== Entries provided ==

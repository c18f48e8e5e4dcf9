"""Job 2, calibration of da/dN = C·ΔJ^m from test logs (``cycj fit``).

Rooms: fit (orchestrator), logs, replicates, specimen, loops, compliance, reduction, rates,
fits, intervals, resampling, between, summary, simulate (virtual test frame), coverage, plots
and write (output files).  The public names are re-exported here."""

import importlib

_LAZY = {
    "fit_logs": "cycj.calibrate.fit",
    "FitResult": "cycj.calibrate.fit",
    "METHODS": "cycj.calibrate.fit",
    "growth_snippet": "cycj.calibrate.fit",
}

__all__ = list(_LAZY)


def __getattr__(name):
    if name in _LAZY:
        return getattr(importlib.import_module(_LAZY[name]), name)
    raise AttributeError(f"module {__name__!r} has no attribute {name!r}")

===

Work to complete: Write out the lines of the records exactly, starting at the one holding "return getattr(importlib.import_module(_LAZY[name]), name)" and ending with the last line, and include no others.

Task result:
        return getattr(importlib.import_module(_LAZY[name]), name)
    raise AttributeError(f"module {__name__!r} has no attribute {name!r}")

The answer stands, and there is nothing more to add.